### ABOUT THIS TASK:
Report all lines below with the word "tuple".

### INFORMATION SHOWN:
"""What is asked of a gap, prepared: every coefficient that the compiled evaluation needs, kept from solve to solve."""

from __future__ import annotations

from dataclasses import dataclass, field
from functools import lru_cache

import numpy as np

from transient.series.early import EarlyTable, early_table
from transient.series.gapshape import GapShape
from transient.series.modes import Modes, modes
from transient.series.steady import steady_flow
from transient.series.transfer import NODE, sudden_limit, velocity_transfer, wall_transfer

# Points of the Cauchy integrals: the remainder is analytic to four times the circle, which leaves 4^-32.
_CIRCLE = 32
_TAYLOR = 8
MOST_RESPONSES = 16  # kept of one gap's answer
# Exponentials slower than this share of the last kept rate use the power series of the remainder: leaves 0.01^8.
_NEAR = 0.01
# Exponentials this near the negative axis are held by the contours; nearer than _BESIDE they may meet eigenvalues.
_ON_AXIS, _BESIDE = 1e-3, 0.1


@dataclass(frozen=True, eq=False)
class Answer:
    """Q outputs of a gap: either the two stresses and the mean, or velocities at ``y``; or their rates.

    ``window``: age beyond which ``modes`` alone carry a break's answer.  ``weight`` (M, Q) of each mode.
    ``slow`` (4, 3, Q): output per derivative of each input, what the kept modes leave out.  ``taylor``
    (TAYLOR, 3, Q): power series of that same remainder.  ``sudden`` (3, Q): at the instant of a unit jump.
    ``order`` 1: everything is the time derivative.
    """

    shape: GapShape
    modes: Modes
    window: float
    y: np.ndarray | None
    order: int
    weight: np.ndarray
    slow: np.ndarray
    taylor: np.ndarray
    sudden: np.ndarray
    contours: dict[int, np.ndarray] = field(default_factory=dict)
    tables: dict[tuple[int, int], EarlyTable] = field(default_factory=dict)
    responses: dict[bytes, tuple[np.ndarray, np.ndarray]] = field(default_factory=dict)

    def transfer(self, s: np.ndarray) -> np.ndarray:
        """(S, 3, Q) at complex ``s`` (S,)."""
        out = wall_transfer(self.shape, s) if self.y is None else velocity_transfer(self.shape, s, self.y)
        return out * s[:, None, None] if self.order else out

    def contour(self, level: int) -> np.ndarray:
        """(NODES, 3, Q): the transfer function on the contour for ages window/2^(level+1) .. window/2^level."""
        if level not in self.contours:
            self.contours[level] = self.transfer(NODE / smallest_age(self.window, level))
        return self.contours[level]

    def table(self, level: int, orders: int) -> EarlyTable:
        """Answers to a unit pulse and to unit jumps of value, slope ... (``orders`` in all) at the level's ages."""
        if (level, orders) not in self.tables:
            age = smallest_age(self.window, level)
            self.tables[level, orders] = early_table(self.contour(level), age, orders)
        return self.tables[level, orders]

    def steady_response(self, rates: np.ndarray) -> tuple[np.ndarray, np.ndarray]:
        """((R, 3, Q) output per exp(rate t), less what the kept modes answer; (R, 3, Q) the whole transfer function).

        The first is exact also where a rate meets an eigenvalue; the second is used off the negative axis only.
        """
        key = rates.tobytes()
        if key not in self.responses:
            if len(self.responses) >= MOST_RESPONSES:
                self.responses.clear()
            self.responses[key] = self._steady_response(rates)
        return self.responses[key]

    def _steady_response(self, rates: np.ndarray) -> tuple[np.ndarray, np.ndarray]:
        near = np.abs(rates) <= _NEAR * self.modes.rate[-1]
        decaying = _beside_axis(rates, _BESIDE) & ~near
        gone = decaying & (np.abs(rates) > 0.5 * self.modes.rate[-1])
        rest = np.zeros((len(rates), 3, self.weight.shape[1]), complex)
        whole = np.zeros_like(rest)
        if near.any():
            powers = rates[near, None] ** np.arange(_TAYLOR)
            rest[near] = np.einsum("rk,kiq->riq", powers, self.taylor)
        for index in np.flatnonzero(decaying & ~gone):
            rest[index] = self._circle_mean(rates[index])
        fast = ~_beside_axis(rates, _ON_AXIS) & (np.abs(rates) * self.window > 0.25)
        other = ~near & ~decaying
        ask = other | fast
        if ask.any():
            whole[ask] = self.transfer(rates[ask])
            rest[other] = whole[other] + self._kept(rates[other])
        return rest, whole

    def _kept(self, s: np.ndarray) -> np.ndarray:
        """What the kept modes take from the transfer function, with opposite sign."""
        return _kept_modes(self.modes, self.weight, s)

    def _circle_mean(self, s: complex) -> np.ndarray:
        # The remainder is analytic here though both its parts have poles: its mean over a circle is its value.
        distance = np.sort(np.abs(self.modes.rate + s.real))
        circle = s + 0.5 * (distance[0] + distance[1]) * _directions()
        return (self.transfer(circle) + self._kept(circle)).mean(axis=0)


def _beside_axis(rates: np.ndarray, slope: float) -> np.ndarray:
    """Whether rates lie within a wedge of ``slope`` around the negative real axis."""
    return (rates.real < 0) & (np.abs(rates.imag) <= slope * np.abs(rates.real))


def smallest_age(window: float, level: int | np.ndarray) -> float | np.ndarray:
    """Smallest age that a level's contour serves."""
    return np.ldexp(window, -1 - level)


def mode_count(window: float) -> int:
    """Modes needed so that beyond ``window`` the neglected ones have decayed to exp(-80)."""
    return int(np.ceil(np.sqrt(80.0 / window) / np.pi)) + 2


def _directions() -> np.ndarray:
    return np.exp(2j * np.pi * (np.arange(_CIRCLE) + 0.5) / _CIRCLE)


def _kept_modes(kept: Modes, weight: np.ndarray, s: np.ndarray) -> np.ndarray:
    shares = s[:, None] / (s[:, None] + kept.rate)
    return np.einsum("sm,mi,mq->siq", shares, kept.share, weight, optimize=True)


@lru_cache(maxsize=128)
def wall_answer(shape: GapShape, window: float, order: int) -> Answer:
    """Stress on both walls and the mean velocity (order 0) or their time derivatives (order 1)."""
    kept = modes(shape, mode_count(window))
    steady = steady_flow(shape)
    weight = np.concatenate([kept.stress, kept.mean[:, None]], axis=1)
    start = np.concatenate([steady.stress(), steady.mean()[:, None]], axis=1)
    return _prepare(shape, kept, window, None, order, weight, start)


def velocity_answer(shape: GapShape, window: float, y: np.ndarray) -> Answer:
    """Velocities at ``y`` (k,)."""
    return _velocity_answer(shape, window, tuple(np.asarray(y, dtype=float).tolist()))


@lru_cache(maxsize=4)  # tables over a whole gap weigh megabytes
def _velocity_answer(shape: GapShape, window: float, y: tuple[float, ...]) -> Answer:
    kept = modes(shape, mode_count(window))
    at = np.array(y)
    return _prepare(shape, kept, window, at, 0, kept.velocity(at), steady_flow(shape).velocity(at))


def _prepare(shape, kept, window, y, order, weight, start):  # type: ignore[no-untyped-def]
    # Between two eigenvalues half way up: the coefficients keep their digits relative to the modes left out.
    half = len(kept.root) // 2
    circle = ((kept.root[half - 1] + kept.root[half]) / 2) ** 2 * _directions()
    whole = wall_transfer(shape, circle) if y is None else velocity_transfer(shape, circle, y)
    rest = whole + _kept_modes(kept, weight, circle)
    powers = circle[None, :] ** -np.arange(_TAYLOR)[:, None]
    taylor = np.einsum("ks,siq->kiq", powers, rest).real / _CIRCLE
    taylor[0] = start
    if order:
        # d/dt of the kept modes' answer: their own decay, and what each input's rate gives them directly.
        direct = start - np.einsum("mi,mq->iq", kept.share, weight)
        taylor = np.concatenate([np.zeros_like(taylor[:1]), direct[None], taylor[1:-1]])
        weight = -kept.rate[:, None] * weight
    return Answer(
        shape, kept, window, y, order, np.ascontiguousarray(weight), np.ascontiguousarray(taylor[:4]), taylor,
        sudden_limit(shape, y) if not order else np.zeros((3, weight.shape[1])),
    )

### ANSWER TO THIS TASK:
    tables: dict[tuple[int, int], EarlyTable] = field(default_factory=dict)
    responses: dict[bytes, tuple[np.ndarray, np.ndarray]] = field(default_factory=dict)
    def steady_response(self, rates: np.ndarray) -> tuple[np.ndarray, np.ndarray]:
    def _steady_response(self, rates: np.ndarray) -> tuple[np.ndarray, np.ndarray]:
    return _velocity_answer(shape, window, tuple(np.asarray(y, dtype=float).tolist()))
def _velocity_answer(shape: GapShape, window: float, y: tuple[float, ...]) -> Answer:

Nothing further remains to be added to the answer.